▶ WHAT TO DO: Extract every line of the material that holds the string "approx".

▶ MATERIAL TO PROCESS:
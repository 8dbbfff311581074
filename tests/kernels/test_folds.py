"""Ten determinants on fields whose folds are known in closed form."""

import numpy as np
import pytest

from volmap.kernels.folds import cube_determinants

AFFINES = {
    "right-handed": np.diag([0.8, 1.1, 2.0, 1.0]),
    "left-handed": np.diag([-0.8, 1.1, 2.0, 1.0]),
    "oblique": np.array([[0.8, -0.3, 0.1, 5], [0.3, 0.9, 0.2, 6], [0, -0.2, 1.7, 7], [0, 0, 0, 1]]),
}


def centres(shape, affine):
    index = np.stack(np.meshgrid(*(np.arange(n) for n in shape), indexing="ij"), axis=-1)
    return index @ affine[:3, :3].T + affine[:3, 3]


@pytest.mark.parametrize("affine", AFFINES.values(), ids=AFFINES)
def test_linear_fields_have_their_determinant_everywhere(affine):
    gradient = np.array([[1.2, 0.3, 0], [-0.1, 0.7, 0.2], [0, 0.1, 1.5]])
    x = centres((4, 5, 3), affine)
    u = (x @ gradient.T - x).astype(np.float32)
    assert cube_determinants(u, affine) == pytest.approx(np.linalg.det(gradient), rel=1e-5)
    mirror = x * [-2, 0, 0]
    assert cube_determinants(mirror.astype(np.float32), affine) == pytest.approx(-1, rel=1e-5)


@pytest.mark.parametrize("axis", [0, 1, 2])
def test_a_fold_that_central_differences_cannot_see(axis):
    """i + 0.75 (-1)^i: central derivative 1, forward differences 2.5 and -0.5 (recomputed)."""
    n = 8
    i = np.arange(n)
    y = i + 0.75 * (-1.0) ** i
    assert np.allclose((y[2:] - y[:-2]) / 2, 1)
    u = np.zeros((n, n, n, 3), np.float32)
    u[..., axis] = np.moveaxis(np.broadcast_to(y - i, (n, n, n)), 2, axis)
    smallest = cube_determinants(u, np.eye(4))
    along = np.moveaxis(smallest, axis, 0)
    assert along[0::2] == pytest.approx(-0.5)
    assert along[1::2] == pytest.approx(2.5)


def _one_sided_determinant(y, corner):
    """Determinant of the forward or backward differences at a corner of the cube (bits i, j, k)."""
    sides = [1 if corner & bit == 0 else -1 for bit in (4, 2, 1)]
    return np.linalg.det([s * (y[corner ^ bit] - y[corner]) for s, bit in zip(sides, (4, 2, 1), strict=True)])


def test_central_tets_see_what_corner_tets_do_not():
    """All eight corner tets positive, a central one inverted: moves found by random search, checked here."""
    rng = np.random.default_rng(0)
    index = centres((2, 2, 2), np.eye(4))
    for _ in range(200000):
        u = rng.uniform(-0.62, 0.62, (2, 2, 2, 3))
        y = (index + u).reshape(8, 3)
        corner = min(_one_sided_determinant(y, c) for c in range(8))
        if corner > 0 and min(np.linalg.det(y[[6, 3, 5]] - y[0]), np.linalg.det(y[[1, 2, 4]] - y[7])) < -0.01:
            break
    else:
        pytest.fail("no such cube found")
    assert cube_determinants(u.astype(np.float32), np.eye(4))[0, 0, 0] < 0


@pytest.mark.parametrize(("amplitude", "folds"), [(0.5, False), (0.99, False), (1.01, True), (1.5, True)])
def test_a_sine_folds_when_its_amplitude_reaches_one(amplitude, folds):
    """x + A sin x: J = 1 + A cos x, folds if and only if A >= 1 (recomputed)."""
    step = 0.02
    affine = np.diag([step, 1, 1, 1.0])
    affine[0, 3] = np.pi - 40.5 * step
    x = centres((82, 2, 2), affine)
    u = np.zeros(x.shape, np.float32)
    u[..., 0] = amplitude * np.sin(x[..., 0])
    assert (cube_determinants(u, affine) <= 0).any() == folds


def test_cubes_with_an_undefined_corner_are_left_out():
    u = np.zeros((4, 4, 4, 3), np.float32)
    u[1, 1, 1] = np.nan
    defined = np.isfinite(cube_determinants(u, np.eye(4)))
    assert defined.sum() == 27 - 8
    assert not defined[:2, :2, :2].any()
    assert cube_determinants(u[:1], np.eye(4)).shape == (0, 3, 3)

▶ SOLVED PROBLEM:
    assert cube_determinants(u, affine) == pytest.approx(np.linalg.det(gradient), rel=1e-5)
    assert cube_determinants(mirror.astype(np.float32), affine) == pytest.approx(-1, rel=1e-5)
    assert along[0::2] == pytest.approx(-0.5)
    assert along[1::2] == pytest.approx(2.5)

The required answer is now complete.